Saved entries:
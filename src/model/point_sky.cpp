// SPDX-License-Identifier: GPL-2.0-or-later
#include "model/point_sky.h"

#include <cmath>

#include "base/error.h"
#include "model/detailed_sky.h"
#include "model/galaxy_points.h"
#include "model/load_sky.h"
#include "model/point_electrons.h"
#include "model/point_field.h"
#include "model/sketch_points.h"
#include "model/strip_points.h"
#include "physics/spectral_law.h"
#include "sphere/stokes_turn.h"

namespace foreglow {
namespace {

std::string approximation_notice(const char* what, const PointMap& map, const HealpixGrid& grid,
                                 Frame frame) {
    const bool finer = map.grid().nside() > grid.nside();
    return std::string("the ") + what + " template has nside " + std::to_string(map.grid().nside()) + " in " +
           to_text(map.frame()) + ", this sky nside " + std::to_string(grid.nside()) + " in " +
           to_text(frame) + ": it is read by " + (finer ? "the mean of its pixels" : "interpolation") +
           ", where make goes through its a_lm";
}

/// Q and U of a template, against the meridians of the sky's frame.
class PointStokes {
  public:
    PointStokes(PointMap map, const HealpixGrid& grid, Frame frame)
        : map_(std::move(map)), grid_(grid), frame_(frame), to_sky_(rotation_between(map_.frame(), frame)) {
        if (!is_pixel_for_pixel()) sampler_.emplace(map_.grid());
    }

    [[nodiscard]] bool is_pixel_for_pixel() const { return map_.grid() == grid_ && map_.frame() == frame_; }
    [[nodiscard]] const PointMap& map() const { return map_; }

    void evaluate(std::span<const std::int64_t> pixels, std::span<double> q, std::span<double> u) const {
        if (is_pixel_for_pixel()) return map_.read_stokes(pixels, q, u);
        std::vector<std::int64_t> corners(4 * pixels.size());
        std::vector<double> weights(corners.size()), corner_q(corners.size()), corner_u(corners.size());
        make_stencils(*sampler_, map_.frame(), grid_, frame_, pixels, corners, weights);
        map_.read_stokes(corners, corner_q, corner_u);
        const Matrix3 to_map = rotation_between(frame_, map_.frame());
        for (std::size_t i = 0; i < pixels.size(); ++i) {
            // Carried to the pixel first: near a pole the corners' meridians differ.
            const Vector3 here = rotate(to_map, grid_.direction(pixels[i]));
            const StokesTurn turn = turn_between_frames(here, to_sky_);
            for (std::size_t k = 4 * i; k < 4 * i + 4; ++k) {
                apply(turn_along_great_circle(map_.grid().direction(corners[k]), here), corner_q[k],
                      corner_u[k]);
                if (map_.frame() != frame_) apply(turn, corner_q[k], corner_u[k]);
            }
            const auto four = [i](const std::vector<double>& values) {
                return std::span(values).subspan(4 * i, 4);
            };
            q[i] = mean_of_four(four(corner_q), four(weights));
            u[i] = mean_of_four(four(corner_u), four(weights));
        }
    }

  private:
    PointMap map_;
    HealpixGrid grid_;
    Frame frame_;
    Matrix3 to_sky_;
    std::optional<BilinearSampler> sampler_;
};

/// What Q and U of a model over templates are made of.
struct PolarizedPoints {
    std::optional<PointStokes> stokes;
    std::optional<PointField> fraction, index;
};

}  // namespace

struct PointSky::Impl {
    Impl(const ModelSpec& model, std::optional<HealpixGrid> grid_in, bool with_polarization);
    Impl(const ModelSpec& model, SkyModel sky, bool with_polarization);
    void open_templates(const ModelSpec& model, std::optional<HealpixGrid> grid_in);
    void open_electrons(const ModelSpec& model);
    void open_polarization(const PolarizationSpec& spec);
    void add_electrons(std::span<const std::int64_t> pixels, SkyStrip& values) const;
    [[nodiscard]] std::vector<double> ratios_at_polarization(const SkyStrip& values) const;
    [[nodiscard]] PointField open_value(const ValueOrMap& value);
    void add_polarization(std::span<const std::int64_t> pixels, SkyStrip& values) const;
    void scale_to_fraction(std::span<const std::int64_t> pixels, SkyStrip& values) const;

    HealpixGrid grid{1};
    Frame frame = Frame::Galactic;
    Frequency reference, polarized_reference;
    double index_log_ratio = 0;
    std::shared_ptr<const PointMap> brightness;  // of models over templates
    std::optional<PointField> intensity, index, curvature;
    std::optional<PolarizedPoints> polarization;
    std::optional<GalaxyPoints> galaxy;
    std::optional<SketchPoints> sketch;
    std::optional<ElectronLaw> electrons;  // instead of index and curvature
    IndexDefinition definition;            // where the index holds that their slopes come from
    std::optional<PointField> field, break_energy, cutoff_energy;
    std::optional<SkyModel> whole;  // made with its random structure
    bool has_stokes = false;        // of the Galaxy or of a whole sky
    std::vector<std::string> notices;
};

PointSky::Impl::Impl(const ModelSpec& model, SkyModel sky, bool with_polarization)
    : grid(sky.grid),
      frame(sky.frame),
      reference(model.reference_frequency),
      polarized_reference(reference),
      whole(std::move(sky)),
      has_stokes(with_polarization) {
    if (with_polarization) polarized_reference = whole->polarization->reference;
    if (whole->electrons) electrons = whole->electrons->law;
}

PointSky::Impl::Impl(const ModelSpec& model, std::optional<HealpixGrid> grid_in, bool with_polarization) {
    reference = polarized_reference = model.reference_frequency;
    if (model.galaxy) {
        grid = grid_in.value_or(HealpixGrid(GalaxyPoints::usual_nside));
        galaxy.emplace(*model.galaxy, reference, grid, with_polarization);
        has_stokes = with_polarization;
        notices.emplace_back(
            "the built-in 3-D Galaxy, invented and tuned to known brightnesses: not a measurement; lines of "
            "sight are integrated to about 1e-3");
        return;
    }
    if (model.sketch) {
        grid = grid_in.value_or(HealpixGrid(SketchPoints::usual_nside));
        sketch.emplace(*model.sketch, grid, with_polarization);
        if (with_polarization) polarization.emplace();
        notices.emplace_back("invented sky from closed formulas: not a measurement of the Galaxy");
        if (model.electrons) open_electrons(model);
        return;
    }
    open_templates(model, grid_in);
    if (is_random(model))
        notices.emplace_back(
            "a model by itself has no seed: [detail] and scatter of the index are off here, and are there in "
            "the rows of a study");
    if (model.electrons) open_electrons(model);
    if (!with_polarization) return;
    if (!model.polarization)
        throw InputError("the model " + model.name + " has no [polarization]: add one, or ask for I alone");
    open_polarization(*model.polarization);
}

void PointSky::Impl::open_templates(const ModelSpec& model, std::optional<HealpixGrid> grid_in) {
    FOREGLOW_EXPECTS(model.intensity.has_value());
    brightness = std::make_shared<const PointMap>(
        PointMap::open_brightness(model.intensity->map, reference, model.intensity->zero_level, notices));
    grid = grid_in.value_or(brightness->grid());
    frame = brightness->frame();
    if (model.index.frequency) index_log_ratio = log_frequency_ratio(*model.index.frequency, reference);
    index = open_value(model.index.value);
    curvature = open_value(model.curvature);
    if (!(brightness->grid() == grid))
        notices.push_back(approximation_notice("intensity", *brightness, grid, frame));
    intensity = PointField::of_map(brightness, nullptr, grid, frame);
}

PointField PointSky::Impl::open_value(const ValueOrMap& value) {
    if (const double* number = std::get_if<double>(&value)) return PointField::uniform(*number);
    auto map = std::make_shared<const PointMap>(PointMap::open_plain(std::get<MapSource>(value), notices));
    return PointField::of_map(std::move(map), brightness, grid, frame);
}

void PointSky::Impl::open_electrons(const ModelSpec& model) {
    const ElectronsSpec& spec = *model.electrons;
    electrons = spec.law;
    definition = model.index.frequency.value_or(reference);
    if (model.index.between) definition = *model.index.between;
    if (spec.field_map) field = open_value(*spec.field_map);
    if (spec.break_energy_map) break_energy = open_value(*spec.break_energy_map);
    if (spec.cutoff_energy_map) cutoff_energy = open_value(*spec.cutoff_energy_map);
}

// The indices become slopes, as load_sky does it for whole maps.
void PointSky::Impl::add_electrons(std::span<const std::int64_t> pixels, SkyStrip& values) const {
    for (const auto& [map, column] : {std::pair(&field, &values.field),
                                      {&break_energy, &values.break_energy},
                                      {&cutoff_energy, &values.cutoff_energy}}) {
        if (!*map) continue;
        column->resize(pixels.size());
        (*map)->evaluate(pixels, *column);
    }
    find_point_slopes(*electrons, definition, reference, values);
}

// T at the polarization's reference frequency over that at the intensity's.
std::vector<double> PointSky::Impl::ratios_at_polarization(const SkyStrip& values) const {
    const BandSum there{{polarized_reference.hz()}, {1.0}};
    if (electrons) return make_electron_factors(*electrons, EmissionPart::Total, values, reference, there);
    return make_curved_factors(values.index, values.curvature, reference, there);
}

void PointSky::Impl::open_polarization(const PolarizationSpec& spec) {
    polarized_reference = spec.reference_frequency.value_or(reference);
    PolarizedPoints& points = polarization.emplace();
    if (spec.map) {
        points.stokes.emplace(PointMap::open_stokes(*spec.map, polarized_reference, notices), grid, frame);
    } else {
        FOREGLOW_EXPECTS(spec.fraction && spec.angle_map);
        points.stokes.emplace(PointMap::open_angles(*spec.angle_map, notices), grid, frame);
        points.fraction = open_value(*spec.fraction);
    }
    if (!points.stokes->is_pixel_for_pixel())
        notices.push_back(approximation_notice("polarization", points.stokes->map(), grid, frame));
    if (spec.index) points.index = open_value(*spec.index);
}

// As make_sky_strip does it for whole strips.
void PointSky::Impl::scale_to_fraction(std::span<const std::int64_t> pixels, SkyStrip& values) const {
    std::vector<double> fraction(pixels.size());
    polarization->fraction->evaluate(pixels, fraction);
    const std::vector<double> there = ratios_at_polarization(values);
    for (std::size_t i = 0; i < fraction.size(); ++i) {
        const double length = std::hypot(values.q[i], values.u[i]);
        const double factor = fraction[i] * values.intensity[i] * there[i] / length;
        values.q[i] *= factor;
        values.u[i] *= factor;
    }
}

void PointSky::Impl::add_polarization(std::span<const std::int64_t> pixels, SkyStrip& values) const {
    const std::size_t n = pixels.size();
    values.q.resize(n);
    values.u.resize(n);
    polarization->stokes->evaluate(pixels, values.q, values.u);
    if (polarization->fraction) scale_to_fraction(pixels, values);
    if (!polarization->index && (electrons || polarized_reference == reference)) return;
    values.polarized_index.resize(n);
    values.polarized_curvature.assign(n, 0.0);
    if (polarization->index) return polarization->index->evaluate(pixels, values.polarized_index);
    const double log_ratio = log_frequency_ratio(polarized_reference, reference);
    for (std::size_t i = 0; i < n; ++i) {
        values.polarized_index[i] = local_index({values.index[i], values.curvature[i]}, log_ratio);
        values.polarized_curvature[i] = values.curvature[i];
    }
}

PointSky::PointSky(const ModelSpec& model, std::optional<HealpixGrid> grid, bool with_polarization)
    : impl_(std::make_unique<Impl>(model, grid, with_polarization)) {}
PointSky::PointSky(const ModelSpec& model, const HealpixGrid& grid, bool with_polarization, int lmax,
                   std::uint64_t seed, int realization) {
    Progress progress;
    SkyModel base = load_sky(model, grid, lmax, with_polarization, progress);
    const DetailedSky sky(model, std::move(base), seed, with_polarization, progress);
    impl_ = std::make_unique<Impl>(model, sky.realize(realization), with_polarization);
    impl_->notices = progress.notices();
    impl_->notices.emplace_back(
        "random structure of the study's seed is in the rows: the whole sky was made");
}
PointSky::~PointSky() = default;
PointSky::PointSky(PointSky&&) noexcept = default;
PointSky& PointSky::operator=(PointSky&&) noexcept = default;

const HealpixGrid& PointSky::grid() const {
    return impl_->grid;
}
Frame PointSky::frame() const {
    return impl_->frame;
}
Frequency PointSky::reference() const {
    return impl_->reference;
}
Frequency PointSky::polarized_reference() const {
    return impl_->polarized_reference;
}
bool PointSky::is_polarized() const {
    return impl_->polarization.has_value() || impl_->has_stokes;
}
const std::vector<std::string>& PointSky::notices() const {
    return impl_->notices;
}

SkyStrip PointSky::evaluate(std::span<const std::int64_t> pixels) const {
    FOREGLOW_EXPECTS(!impl_->galaxy);
    if (impl_->sketch) {
        SkyStrip values = impl_->sketch->evaluate(pixels);
        if (impl_->electrons) impl_->add_electrons(pixels, values);
        return values;
    }
    if (impl_->whole) return make_sky_points(*impl_->whole, pixels, impl_->has_stokes);
    SkyStrip values;
    values.intensity.resize(pixels.size());
    values.index.resize(pixels.size());
    values.curvature.resize(pixels.size());
    impl_->intensity->evaluate(pixels, values.intensity);
    impl_->index->evaluate(pixels, values.index);
    impl_->curvature->evaluate(pixels, values.curvature);
    if (impl_->electrons)
        impl_->add_electrons(pixels, values);
    else if (impl_->index_log_ratio != 0)
        for (std::size_t i = 0; i < pixels.size(); ++i)
            values.index[i] =
                index_at_reference(values.index[i], values.curvature[i], impl_->index_log_ratio);
    if (impl_->polarization) impl_->add_polarization(pixels, values);
    return values;
}

std::vector<PointValues> PointSky::answer(std::span<const std::int64_t> pixels,
                                          std::span<const PointRow> rows) const {
    if (impl_->galaxy) return impl_->galaxy->answer(pixels, rows);
    const SkyStrip strip = evaluate(pixels);
    const auto& electrons = impl_->electrons;
    std::vector<double> reference_index;
    if (electrons) reference_index = make_local_electron_columns(*electrons, strip, impl_->reference).index;
    std::vector<PointValues> out;
    out.reserve(rows.size());
    for (const PointRow& row : rows)
        out.push_back(electrons ? make_electron_values(*electrons, strip, reference_index, impl_->reference,
                                                       impl_->polarized_reference, row.band, row.at)
                                : make_point_values(strip, impl_->reference, impl_->polarized_reference,
                                                    row.band, row.at));
    return out;
}

}  // namespace foreglow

◆ **Your assignment**
Look above for the line with "polarization->stokes->evaluate(pixels, values.q, values.u);" and the line with "if (polarization->index) return"; transcribe both and all lines in between, exactly, and nothing else.

◆ **Exercise result**
    polarization->stokes->evaluate(pixels, values.q, values.u);
    if (polarization->fraction) scale_to_fraction(pixels, values);
    if (!polarization->index && (electrons || polarized_reference == reference)) return;
    values.polarized_index.resize(n);
    values.polarized_curvature.assign(n, 0.0);
    if (polarization->index) return polarization->index->evaluate(pixels, values.polarized_index);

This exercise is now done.